Perovskites have exceptional physical and chemical features in different fields. Perovskites have an ABO₃ formula with similar sizes of A-site and B-site cations [1]. If sluggish kinetics in these perovskites occur, a decline in energy conversion performance will happen. This sluggish kinetics in perovskite has to be detected and limited [2,3,4,5]. Perovskite decline in energy conversion is triggered by a few chemical features of perovskites. Detection depends on deep learning methods to detect such vacancies. Deep learning methods include optical imaging and oxygen vacancies detection techniques [2]. Figure 1 depicts perovskites’ ABO₃ crystal structure.

The recent research in materials is founded on the preparation of the dataset instances. The different features of instances are measured to comprehend the different physical features, and the materials are investigated and predicted via various performance parameters [3,4,5,6,7,8]. The classical material preprocessing has a resilient dependence on the data instances. Repetitive research throughout the experiments yields long process times [9,10,11]. Recent research, namely first-principles, phase field computation, and finite element process, are used to study materials performance. These methods comprise long CPU time and high cost [12,13,14].

With the progress of artificial intelligence and deep learning models, many authors employed machine learning models to advance material sciences [15,16,17]. Deep learning can perform a learning process on material structure and classify material structures accurately. Several machine learning models can classify material performances from large size inputs [18,19,20].

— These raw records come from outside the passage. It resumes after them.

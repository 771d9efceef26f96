// The supervisor in C (source.ts): stages, and transitions as generated if-conditions tried in
// order. The check program compares the port with the engine's outputs within 1e-9, stages exactly.
import { describe, expect, it } from 'vitest';
import { exportC } from '../../../src-main/export/c/index.ts';
import { compileAndRun, perturb } from './compile.ts';
import { duffingHop, pendulumDesign } from '../fixtures.ts';

const hop0 = duffingHop();
const hop = { ...hop0, law: { ...hop0.law, uMax: 0.4 } };

describe('C supervisor', () => {
  it('two-stage well hop: switches at the same sample as the engine, u within 1e-9 across the switch', () => {
    const r = exportC(hop, 'hop', { vectors: { q0: 1, v0: -0.75, samples: 2500 } });
    const c = r.vectors.coverage;
    expect(c.switches).toBe(1);
    const st = Array.from(r.vectors.stage);
    const first = st.indexOf(2);
    expect(first).toBeGreaterThan(100);
    // Independent check of the switch row: the first row with q < -0.3 and v < 0 (the design's condition).
    let expected = -1;
    for (let k = 0; k < st.length; k++) if (r.vectors.q[k] < -0.3 && r.vectors.v[k] < 0) { expected = k; break; }
    expect(first).toBe(expected);
    expect(c.saturated).toBeGreaterThan(0);
    expect(c.rateLimited).toBeGreaterThan(0);
    const body = r.files[1].text;
    expect(body).toMatch(/case 1:\n\s+if \(\(q < \(-0\.30000000000000004\)\) && \(v < 0\.0\)\)|case 1:\n\s+if \(\(q < \(-0\.29999999999999999\)\) && \(v < 0\.0\)\)/);
    const run = compileAndRun(r.files);
    expect(run.compilerOutput).toBe('');
    expect(run.stdout).toMatch(/stage mismatches 0/);
    expect(run.status).toBe(0);

    // Stage 2's target perturbed: the check must fail after the switch.
    const bad = compileAndRun(perturb(r.files, 'hop.c', /\{ 0\.080000000000000002, -0\.20000000000000001 \}/, '{ 0.080000000000000002, -0.20000020000000001 }'));
    expect(bad.status).toBe(1);
  });


  it('wrapped conditions: a pendulum one turn away (q near 2 pi) switches on the wrapped angle, as the engine does', () => {
    const base = pendulumDesign();
    const d = pendulumDesign({
      kind: 'well-hop',
      stages: [
        { index: 1, name: 'raise', target: { kind: 'energy', energy: 1.0 }, meanB2: null },
        { index: 2, name: 'settle', target: { kind: 'energy', energy: 0.3 }, meanB2: 40 },
      ],
      // Unwrapped, q stays near 2 pi and never goes below -0.5: only the wrapped angle can fire this.
      transitions: [{ from: 1, to: 2, when: { qBelow: -0.5, vSign: -1, wrapped: true }, reason: 'test' }],
      law: { ...base.law, uMax: 0.3, rateMax: 20 },
    });
    const r = exportC(d, 'wrap', { vectors: { q0: 2 * Math.PI + 0.3, samples: 2500 } });
    expect(r.vectors.coverage.switches).toBe(1);
    for (let k = 0; k < r.vectors.q.length; k++) expect(r.vectors.q[k]).toBeGreaterThan(Math.PI);
    expect(r.files[1].text).toContain('wrap_wrap(q) < (-0.50000000000000000)');
    const run = compileAndRun(r.files);
    expect(run.compilerOutput).toBe('');
    expect(run.stdout).toMatch(/stage mismatches 0/);
    expect(run.status).toBe(0);
  });
});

The signs that can be perceived spatially are the oxygen vacancies of the perovskites [21,22,23,24,25]. The alterations of the oxygen vacancies can be detected in perovskites’ performance stages, consequently perovskites’ performance detection can be enhanced [26].

Perovskite topography is an important method for the perovskites’ performance detection [27]. Proposed crystal structure imaging detection methods yield to quantitative metrics for its various structures. CNN transfer learning techniques are also employed in the detection of perovskite topography. The problematic matter with these models is that they are expensive, with high maintenance. These techniques necessitate trained personnel and need precise laboratory sites.

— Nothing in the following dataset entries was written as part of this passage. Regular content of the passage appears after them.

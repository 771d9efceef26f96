// Test helper: writes exported C files into a fresh temp dir, compiles them with the system C
// compiler (cc -std=c99 -O2 -Wall -Wextra -Werror *.c -lm) and runs the check program.
import { execFileSync, spawnSync } from 'node:child_process';
import { expect } from 'vitest';
import { mkdtempSync, readdirSync, rmSync, writeFileSync } from 'node:fs';
import { tmpdir } from 'node:os';
import { join } from 'node:path';

export interface CheckRun { compiled: boolean; compilerOutput: string; status: number | null; stdout: string }

export function compileAndRun(files: { name: string; text: string }[]): CheckRun {
  const dir = mkdtempSync(join(tmpdir(), 'ergostat-c-'));
  try {
    for (const f of files) writeFileSync(join(dir, f.name), f.text);
    const sources = readdirSync(dir).filter((f) => f.endsWith('.c'));
    let compilerOutput = '';
    try {
      compilerOutput = execFileSync('cc', ['-std=c99', '-O2', '-Wall', '-Wextra', '-Werror', ...sources, '-lm', '-o', 'check'], { cwd: dir, encoding: 'utf8', stdio: 'pipe' });
    } catch (e) {
      const err = e as { stderr?: string; stdout?: string };
      return { compiled: false, compilerOutput: `${err.stdout ?? ''}${err.stderr ?? ''}`, status: null, stdout: '' };
    }
    const r = spawnSync(join(dir, 'check'), [], { cwd: dir, encoding: 'utf8' });
    return { compiled: true, compilerOutput, status: r.status, stdout: r.stdout };
  } finally {
    rmSync(dir, { recursive: true, force: true });
  }
}

/** The worst relative errors printed by the check program. */
export function worstErrors(stdout: string): { u: number; H: number } {
  const m = /worst relative error: u ([^ ]+) .*H ([^ ]+) /.exec(stdout);
  return m ? { u: Number(m[1]), H: Number(m[2]) } : { u: NaN, H: NaN };
}

/** The files with one pattern replaced in one file (the pattern must occur). */
export function perturb(files: { name: string; text: string }[], file: string, pattern: RegExp, replace: string) {
  return files.map((f) => {
    if (f.name !== file) return f;
    expect(pattern.test(f.text)).toBe(true);
    return { name: f.name, text: f.text.replace(pattern, replace) };
  });
}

In this article, we are proposing a model for detecting perovskites’ performance, employing image analysis and deep learning models. Consequently, in this paper we explore computerized procedures that employ imaging technology with computerized analysis of digital images. Computerized detection can be conducted with the help of deep learning. We are proposing an intelligent application to help in the detection of perovskites’ performance. In this article we are introducing an image analysis technique by extracting the visual parameters of the perovskite crystal structures. These parameters are selected from perovskites’ crystal optical images. Experts confirm the important features from the shape parameters of the captured image of the perovskite crystals. In this research, we are concerned with crystal shape and color feature selection to develop a computerized model for detection. Such parameters are classified confirming their implication to distinguish between perovskite performances.

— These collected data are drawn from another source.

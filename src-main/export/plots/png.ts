// SVG to PNG with resvg (@resvg/resvg-js): system fonts, DejaVu Sans where present (the plots
// ask for DejaVu Sans first, then the system's sans-serif).
import { Resvg } from '@resvg/resvg-js';

export function svgToPng(svg: string, scale = 2): Buffer {
  if (typeof svg !== 'string' || !svg.includes('<svg')) throw new TypeError('svg: expected an SVG document');
  if (!(scale > 0 && scale <= 8)) throw new RangeError(`scale: expected 0 < scale <= 8, got ${scale}`);
  const r = new Resvg(svg, {
    font: { loadSystemFonts: true, defaultFontFamily: 'DejaVu Sans', sansSerifFamily: 'DejaVu Sans' },
    fitTo: { mode: 'zoom', value: scale },
    background: '#ffffff',
  });
  return r.render().asPng();
}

The rest of the article is organized as follows. In Section 2, a literature review is pre-sented. In Section 3, materials and methods and the the parameter selection technique are presented. Experiment results are depicted in Section 4. In Section 5, the article is concluded.

2. Literature Survey

Computerized detection is always accomplished in laboratory sites via investigative tools such as perovskites’ topography capturing devices [13]. This detection is usually done by examining perovskite topography imaging. The perovskite topographical map is processed using machine or deep learning [14,15].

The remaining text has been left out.